*Problem*
Identify all lines in the data containing the string "hashlib". Copy them out.

/---

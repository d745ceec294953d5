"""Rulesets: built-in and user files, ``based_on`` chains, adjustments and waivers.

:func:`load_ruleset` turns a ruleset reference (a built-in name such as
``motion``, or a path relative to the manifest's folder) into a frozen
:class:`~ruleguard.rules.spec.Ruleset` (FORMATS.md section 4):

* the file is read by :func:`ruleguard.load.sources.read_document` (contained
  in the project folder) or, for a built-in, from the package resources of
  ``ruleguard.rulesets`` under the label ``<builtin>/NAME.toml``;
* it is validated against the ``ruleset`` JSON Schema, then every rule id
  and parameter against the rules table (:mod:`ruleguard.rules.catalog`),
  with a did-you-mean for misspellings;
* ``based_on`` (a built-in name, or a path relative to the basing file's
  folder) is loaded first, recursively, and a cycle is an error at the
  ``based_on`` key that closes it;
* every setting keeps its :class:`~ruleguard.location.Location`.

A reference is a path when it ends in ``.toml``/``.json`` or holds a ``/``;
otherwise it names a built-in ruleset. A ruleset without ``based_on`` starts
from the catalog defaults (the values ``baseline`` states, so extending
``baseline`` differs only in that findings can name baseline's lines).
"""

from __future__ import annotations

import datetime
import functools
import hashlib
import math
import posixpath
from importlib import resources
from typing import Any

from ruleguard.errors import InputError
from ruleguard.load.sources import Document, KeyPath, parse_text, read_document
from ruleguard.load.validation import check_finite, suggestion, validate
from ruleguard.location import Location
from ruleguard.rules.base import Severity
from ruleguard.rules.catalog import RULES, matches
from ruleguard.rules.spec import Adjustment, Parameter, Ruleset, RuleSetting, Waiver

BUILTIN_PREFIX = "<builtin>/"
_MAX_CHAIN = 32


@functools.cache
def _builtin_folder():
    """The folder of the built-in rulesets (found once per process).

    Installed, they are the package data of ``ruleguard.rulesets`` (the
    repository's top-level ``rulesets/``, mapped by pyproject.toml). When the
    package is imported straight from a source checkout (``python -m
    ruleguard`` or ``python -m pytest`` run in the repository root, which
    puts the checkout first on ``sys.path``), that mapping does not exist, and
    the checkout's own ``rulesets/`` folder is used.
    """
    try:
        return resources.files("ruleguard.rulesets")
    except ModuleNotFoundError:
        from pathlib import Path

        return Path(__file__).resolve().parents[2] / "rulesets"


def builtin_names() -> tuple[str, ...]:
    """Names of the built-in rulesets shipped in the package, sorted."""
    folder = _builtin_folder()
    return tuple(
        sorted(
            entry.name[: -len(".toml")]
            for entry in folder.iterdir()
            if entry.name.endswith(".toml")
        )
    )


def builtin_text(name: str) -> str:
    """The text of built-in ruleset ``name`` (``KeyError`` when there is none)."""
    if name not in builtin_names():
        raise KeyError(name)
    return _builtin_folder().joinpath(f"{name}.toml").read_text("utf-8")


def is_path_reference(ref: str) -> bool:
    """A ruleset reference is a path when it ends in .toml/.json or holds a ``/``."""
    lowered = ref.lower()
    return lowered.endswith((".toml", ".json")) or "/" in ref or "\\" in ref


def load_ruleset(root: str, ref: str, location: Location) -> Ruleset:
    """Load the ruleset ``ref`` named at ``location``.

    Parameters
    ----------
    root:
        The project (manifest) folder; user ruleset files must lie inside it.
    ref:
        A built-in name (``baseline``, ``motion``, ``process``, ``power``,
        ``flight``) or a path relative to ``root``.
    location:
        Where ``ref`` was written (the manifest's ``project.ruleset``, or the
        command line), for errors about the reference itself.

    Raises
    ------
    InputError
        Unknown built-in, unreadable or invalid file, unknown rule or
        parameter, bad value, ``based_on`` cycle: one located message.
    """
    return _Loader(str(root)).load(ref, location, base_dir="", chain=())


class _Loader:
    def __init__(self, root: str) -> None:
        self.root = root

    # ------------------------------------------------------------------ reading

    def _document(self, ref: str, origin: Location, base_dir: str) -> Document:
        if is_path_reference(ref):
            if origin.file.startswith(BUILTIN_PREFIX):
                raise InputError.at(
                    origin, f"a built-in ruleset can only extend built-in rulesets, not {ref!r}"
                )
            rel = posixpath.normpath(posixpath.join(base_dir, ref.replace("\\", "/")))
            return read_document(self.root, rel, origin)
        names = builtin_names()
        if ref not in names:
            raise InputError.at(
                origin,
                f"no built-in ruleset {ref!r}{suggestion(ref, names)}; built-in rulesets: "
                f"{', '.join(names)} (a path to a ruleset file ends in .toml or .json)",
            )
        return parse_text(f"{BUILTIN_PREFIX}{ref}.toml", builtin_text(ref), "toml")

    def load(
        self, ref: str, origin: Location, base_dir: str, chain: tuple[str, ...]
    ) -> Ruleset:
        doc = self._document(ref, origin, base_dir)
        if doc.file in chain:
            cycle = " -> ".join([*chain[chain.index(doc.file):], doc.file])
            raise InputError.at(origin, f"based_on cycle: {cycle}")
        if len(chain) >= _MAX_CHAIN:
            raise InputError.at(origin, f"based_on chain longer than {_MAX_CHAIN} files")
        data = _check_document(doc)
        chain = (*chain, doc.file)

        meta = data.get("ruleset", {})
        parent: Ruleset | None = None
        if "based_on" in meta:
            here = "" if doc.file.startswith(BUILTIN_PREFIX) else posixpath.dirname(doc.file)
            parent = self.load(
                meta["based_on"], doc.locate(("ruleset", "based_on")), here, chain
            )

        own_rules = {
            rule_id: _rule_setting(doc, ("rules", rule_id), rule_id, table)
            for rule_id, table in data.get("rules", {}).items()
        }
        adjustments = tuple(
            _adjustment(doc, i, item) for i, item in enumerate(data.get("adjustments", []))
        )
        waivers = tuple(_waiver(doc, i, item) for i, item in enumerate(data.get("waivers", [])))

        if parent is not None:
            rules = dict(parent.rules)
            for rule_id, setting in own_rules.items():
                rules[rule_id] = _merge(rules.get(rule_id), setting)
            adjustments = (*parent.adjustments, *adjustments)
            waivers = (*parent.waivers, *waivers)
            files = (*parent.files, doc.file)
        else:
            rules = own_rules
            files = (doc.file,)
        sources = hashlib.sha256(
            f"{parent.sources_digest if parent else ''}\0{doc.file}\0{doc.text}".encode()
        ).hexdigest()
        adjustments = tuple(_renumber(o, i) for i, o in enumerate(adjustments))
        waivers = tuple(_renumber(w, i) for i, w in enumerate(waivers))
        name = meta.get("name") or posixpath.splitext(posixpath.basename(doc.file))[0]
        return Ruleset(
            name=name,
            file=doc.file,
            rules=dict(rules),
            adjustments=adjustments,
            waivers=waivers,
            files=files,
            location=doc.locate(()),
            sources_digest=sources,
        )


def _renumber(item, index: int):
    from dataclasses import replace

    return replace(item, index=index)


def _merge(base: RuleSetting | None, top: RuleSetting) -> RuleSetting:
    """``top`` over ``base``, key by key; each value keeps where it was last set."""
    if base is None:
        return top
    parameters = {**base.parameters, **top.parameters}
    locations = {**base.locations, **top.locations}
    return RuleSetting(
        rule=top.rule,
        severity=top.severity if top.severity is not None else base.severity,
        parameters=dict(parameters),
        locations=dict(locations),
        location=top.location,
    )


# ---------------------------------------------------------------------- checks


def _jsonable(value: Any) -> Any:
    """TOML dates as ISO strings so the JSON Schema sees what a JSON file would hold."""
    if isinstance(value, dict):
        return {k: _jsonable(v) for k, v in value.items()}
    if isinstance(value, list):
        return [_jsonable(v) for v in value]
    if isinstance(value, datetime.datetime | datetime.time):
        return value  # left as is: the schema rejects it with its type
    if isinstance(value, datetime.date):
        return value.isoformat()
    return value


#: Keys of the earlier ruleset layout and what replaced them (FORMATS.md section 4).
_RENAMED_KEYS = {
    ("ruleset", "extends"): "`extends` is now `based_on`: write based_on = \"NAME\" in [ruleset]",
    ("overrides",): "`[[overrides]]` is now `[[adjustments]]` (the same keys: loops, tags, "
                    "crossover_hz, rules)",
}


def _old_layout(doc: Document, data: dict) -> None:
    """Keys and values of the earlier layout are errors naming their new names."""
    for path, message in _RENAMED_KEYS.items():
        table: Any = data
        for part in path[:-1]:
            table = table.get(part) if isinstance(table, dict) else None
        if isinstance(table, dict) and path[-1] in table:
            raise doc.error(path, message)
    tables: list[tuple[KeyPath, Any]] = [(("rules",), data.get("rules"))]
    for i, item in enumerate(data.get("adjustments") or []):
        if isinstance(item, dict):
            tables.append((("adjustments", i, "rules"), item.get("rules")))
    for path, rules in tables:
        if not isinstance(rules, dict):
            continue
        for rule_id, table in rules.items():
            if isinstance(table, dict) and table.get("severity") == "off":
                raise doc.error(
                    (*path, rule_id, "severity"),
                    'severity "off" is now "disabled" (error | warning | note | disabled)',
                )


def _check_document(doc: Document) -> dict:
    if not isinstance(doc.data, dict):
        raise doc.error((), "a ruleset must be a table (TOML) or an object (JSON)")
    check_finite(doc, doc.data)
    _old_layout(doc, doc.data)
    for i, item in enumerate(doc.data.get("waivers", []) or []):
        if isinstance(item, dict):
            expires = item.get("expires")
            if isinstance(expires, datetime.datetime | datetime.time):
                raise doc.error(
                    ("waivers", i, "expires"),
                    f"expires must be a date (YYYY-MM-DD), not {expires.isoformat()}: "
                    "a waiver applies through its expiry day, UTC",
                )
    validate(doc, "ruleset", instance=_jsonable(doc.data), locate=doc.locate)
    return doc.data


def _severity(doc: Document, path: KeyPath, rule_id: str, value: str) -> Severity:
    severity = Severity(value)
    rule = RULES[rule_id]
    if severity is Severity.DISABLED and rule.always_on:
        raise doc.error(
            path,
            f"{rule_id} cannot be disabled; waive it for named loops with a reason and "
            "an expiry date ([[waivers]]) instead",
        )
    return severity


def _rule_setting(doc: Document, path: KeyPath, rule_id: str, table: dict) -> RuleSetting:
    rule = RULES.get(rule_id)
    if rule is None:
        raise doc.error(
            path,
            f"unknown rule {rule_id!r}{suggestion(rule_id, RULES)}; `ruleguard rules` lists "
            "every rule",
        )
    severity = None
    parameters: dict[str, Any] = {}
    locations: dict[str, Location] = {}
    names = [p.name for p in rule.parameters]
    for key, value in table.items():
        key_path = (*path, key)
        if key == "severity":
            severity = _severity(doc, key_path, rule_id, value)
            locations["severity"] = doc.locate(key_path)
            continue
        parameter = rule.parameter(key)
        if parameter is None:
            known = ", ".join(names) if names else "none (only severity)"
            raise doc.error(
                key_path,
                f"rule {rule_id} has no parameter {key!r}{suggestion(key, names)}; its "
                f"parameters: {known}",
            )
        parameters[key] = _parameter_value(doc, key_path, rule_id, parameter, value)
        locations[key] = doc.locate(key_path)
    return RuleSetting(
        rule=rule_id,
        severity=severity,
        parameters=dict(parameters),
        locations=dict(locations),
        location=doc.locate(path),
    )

\---
/---

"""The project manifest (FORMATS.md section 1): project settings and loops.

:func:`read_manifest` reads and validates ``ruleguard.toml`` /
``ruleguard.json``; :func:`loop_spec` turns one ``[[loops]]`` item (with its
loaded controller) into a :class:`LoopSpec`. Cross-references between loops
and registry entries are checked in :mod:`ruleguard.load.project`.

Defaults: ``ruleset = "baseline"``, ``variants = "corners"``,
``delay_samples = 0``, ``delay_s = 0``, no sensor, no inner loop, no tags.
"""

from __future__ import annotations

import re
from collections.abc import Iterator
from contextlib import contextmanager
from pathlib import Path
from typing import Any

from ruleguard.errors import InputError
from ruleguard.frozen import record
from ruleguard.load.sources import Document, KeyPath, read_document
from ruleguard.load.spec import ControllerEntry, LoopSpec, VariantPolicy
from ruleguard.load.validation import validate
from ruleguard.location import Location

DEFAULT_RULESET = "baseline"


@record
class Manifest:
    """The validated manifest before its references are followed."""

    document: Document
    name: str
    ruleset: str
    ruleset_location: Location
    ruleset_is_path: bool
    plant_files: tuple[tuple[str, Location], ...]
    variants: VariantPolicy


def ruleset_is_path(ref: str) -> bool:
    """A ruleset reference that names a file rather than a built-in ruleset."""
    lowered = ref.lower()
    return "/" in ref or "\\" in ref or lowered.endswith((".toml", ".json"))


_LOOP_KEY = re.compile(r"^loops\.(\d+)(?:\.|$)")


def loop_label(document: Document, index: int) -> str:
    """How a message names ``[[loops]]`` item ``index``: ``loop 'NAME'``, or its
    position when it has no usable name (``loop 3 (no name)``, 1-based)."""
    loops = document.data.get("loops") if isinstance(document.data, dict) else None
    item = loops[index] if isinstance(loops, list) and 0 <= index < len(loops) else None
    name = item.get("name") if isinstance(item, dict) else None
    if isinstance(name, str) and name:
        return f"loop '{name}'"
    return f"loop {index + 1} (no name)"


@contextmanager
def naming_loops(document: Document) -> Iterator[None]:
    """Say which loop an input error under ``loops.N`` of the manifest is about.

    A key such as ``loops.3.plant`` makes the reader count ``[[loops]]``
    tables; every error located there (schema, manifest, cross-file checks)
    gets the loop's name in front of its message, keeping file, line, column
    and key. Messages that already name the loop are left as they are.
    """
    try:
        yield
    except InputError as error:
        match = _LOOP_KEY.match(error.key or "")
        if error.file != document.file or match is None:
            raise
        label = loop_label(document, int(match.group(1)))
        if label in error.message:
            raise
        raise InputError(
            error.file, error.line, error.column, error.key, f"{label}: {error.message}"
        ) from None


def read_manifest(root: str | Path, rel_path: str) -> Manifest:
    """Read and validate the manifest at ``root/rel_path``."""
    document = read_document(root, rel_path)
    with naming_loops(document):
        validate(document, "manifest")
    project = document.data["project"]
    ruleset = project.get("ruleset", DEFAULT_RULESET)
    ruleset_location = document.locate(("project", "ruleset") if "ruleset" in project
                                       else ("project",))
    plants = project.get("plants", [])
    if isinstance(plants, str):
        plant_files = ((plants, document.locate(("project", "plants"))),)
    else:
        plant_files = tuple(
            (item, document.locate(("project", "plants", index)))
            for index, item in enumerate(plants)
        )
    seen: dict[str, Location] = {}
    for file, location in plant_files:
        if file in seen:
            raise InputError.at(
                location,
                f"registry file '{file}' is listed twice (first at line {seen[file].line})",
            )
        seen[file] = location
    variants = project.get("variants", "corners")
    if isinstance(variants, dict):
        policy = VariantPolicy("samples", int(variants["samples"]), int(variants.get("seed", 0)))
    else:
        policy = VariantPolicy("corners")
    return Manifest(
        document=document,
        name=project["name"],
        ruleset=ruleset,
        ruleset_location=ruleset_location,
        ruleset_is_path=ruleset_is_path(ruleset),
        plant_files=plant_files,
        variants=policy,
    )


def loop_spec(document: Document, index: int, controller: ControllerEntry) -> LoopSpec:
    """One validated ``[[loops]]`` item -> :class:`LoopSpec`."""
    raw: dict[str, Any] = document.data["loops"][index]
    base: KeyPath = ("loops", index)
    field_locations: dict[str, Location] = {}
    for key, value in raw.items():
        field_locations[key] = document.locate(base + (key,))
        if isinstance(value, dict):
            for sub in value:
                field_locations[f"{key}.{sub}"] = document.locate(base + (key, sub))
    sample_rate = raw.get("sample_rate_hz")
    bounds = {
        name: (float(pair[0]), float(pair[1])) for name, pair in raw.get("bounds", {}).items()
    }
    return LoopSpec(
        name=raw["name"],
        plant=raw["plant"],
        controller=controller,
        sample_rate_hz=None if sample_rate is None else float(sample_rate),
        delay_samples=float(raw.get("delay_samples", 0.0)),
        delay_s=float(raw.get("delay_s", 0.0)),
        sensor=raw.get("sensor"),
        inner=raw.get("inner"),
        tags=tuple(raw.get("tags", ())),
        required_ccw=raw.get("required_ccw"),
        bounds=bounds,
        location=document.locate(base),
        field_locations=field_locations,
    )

\---

*Response box*
import hashlib
        sources = hashlib.sha256(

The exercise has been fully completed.